What the exercise asks: Scan the material below for every line with the string "SELECT", and copy those lines.

Input data:

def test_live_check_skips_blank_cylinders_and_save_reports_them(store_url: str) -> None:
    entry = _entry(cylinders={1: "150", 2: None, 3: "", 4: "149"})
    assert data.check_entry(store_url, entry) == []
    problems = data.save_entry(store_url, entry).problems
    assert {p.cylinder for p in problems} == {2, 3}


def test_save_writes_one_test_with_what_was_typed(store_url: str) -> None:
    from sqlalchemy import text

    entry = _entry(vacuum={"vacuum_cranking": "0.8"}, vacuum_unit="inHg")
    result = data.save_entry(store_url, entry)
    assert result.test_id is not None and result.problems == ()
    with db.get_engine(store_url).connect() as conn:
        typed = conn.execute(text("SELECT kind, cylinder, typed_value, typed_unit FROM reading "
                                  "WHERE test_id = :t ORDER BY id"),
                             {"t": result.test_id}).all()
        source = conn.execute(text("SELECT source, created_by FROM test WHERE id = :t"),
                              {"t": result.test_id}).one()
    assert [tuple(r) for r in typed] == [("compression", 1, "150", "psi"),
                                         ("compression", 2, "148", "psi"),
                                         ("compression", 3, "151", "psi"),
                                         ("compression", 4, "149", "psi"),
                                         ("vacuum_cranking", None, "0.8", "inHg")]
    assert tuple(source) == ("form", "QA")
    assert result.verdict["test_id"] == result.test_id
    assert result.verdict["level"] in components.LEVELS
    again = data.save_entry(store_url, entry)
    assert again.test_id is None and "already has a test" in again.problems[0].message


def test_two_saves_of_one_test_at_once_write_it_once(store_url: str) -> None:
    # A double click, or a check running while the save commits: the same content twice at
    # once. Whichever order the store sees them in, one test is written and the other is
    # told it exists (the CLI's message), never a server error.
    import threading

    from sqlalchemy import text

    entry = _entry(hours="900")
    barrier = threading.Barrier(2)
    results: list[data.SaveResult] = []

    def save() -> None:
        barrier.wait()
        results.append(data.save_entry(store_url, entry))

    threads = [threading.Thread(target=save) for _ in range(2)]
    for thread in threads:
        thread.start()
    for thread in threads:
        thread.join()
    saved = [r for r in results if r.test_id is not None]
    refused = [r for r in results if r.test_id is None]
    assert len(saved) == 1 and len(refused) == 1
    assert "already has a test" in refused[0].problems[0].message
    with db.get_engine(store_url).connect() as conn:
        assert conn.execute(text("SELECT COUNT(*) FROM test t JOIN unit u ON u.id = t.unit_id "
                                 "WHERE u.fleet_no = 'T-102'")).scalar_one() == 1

* * *

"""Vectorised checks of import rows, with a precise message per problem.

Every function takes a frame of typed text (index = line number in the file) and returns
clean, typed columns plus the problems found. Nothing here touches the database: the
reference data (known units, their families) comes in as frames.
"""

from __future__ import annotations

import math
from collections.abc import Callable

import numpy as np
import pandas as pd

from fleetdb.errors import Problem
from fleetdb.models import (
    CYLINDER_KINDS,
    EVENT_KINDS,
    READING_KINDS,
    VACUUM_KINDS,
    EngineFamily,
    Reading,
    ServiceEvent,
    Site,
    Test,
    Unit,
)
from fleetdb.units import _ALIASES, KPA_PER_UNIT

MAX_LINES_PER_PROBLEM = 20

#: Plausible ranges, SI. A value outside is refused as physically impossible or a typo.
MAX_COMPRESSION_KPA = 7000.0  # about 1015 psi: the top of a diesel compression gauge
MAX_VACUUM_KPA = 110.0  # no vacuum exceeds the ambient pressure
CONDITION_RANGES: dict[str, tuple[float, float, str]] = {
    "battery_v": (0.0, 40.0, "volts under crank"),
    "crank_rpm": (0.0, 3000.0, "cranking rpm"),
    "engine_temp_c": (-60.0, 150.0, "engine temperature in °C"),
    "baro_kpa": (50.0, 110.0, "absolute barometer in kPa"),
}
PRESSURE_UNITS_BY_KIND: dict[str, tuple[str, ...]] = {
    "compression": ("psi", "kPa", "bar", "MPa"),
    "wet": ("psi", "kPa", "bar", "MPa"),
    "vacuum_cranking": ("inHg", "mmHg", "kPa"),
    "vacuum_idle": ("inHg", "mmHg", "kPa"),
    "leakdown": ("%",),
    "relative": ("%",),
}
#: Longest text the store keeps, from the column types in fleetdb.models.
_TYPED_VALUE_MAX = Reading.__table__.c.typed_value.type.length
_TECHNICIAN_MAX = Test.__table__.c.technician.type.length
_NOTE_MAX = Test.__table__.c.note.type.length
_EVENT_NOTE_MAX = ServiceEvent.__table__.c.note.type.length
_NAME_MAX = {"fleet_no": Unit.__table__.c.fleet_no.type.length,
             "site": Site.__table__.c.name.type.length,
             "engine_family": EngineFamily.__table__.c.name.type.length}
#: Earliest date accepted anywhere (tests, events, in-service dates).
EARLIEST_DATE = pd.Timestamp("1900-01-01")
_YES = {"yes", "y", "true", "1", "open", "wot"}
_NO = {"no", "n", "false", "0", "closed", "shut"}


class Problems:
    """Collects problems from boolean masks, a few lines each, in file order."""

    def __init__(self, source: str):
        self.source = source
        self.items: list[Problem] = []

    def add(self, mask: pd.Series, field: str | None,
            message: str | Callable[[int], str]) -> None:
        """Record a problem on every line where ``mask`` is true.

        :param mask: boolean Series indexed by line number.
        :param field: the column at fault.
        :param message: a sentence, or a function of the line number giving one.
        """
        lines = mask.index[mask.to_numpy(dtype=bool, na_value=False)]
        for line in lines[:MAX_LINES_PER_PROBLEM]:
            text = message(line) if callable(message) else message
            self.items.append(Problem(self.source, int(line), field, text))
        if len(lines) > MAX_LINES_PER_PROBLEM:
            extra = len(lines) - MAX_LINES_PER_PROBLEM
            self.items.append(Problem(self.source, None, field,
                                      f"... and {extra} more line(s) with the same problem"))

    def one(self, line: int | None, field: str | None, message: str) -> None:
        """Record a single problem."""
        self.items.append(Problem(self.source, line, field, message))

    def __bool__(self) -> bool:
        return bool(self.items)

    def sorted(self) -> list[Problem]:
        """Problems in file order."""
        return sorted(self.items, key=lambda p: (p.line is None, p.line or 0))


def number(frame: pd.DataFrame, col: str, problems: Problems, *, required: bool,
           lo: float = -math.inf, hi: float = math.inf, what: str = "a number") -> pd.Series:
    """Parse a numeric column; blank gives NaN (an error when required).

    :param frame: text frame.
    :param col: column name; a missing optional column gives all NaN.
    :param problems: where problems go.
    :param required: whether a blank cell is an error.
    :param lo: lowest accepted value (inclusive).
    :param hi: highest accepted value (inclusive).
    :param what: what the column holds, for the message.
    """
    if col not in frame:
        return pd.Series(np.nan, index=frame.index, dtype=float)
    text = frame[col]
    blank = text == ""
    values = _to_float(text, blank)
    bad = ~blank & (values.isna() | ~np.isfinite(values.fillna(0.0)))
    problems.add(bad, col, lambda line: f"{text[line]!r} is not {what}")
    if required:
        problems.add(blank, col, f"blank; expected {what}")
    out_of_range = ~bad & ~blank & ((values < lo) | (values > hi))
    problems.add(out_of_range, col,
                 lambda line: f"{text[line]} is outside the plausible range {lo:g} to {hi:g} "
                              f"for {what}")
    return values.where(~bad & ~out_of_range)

Exercise response:
        typed = conn.execute(text("SELECT kind, cylinder, typed_value, typed_unit FROM reading "
        source = conn.execute(text("SELECT source, created_by FROM test WHERE id = :t"),
        assert conn.execute(text("SELECT COUNT(*) FROM test t JOIN unit u ON u.id = t.unit_id "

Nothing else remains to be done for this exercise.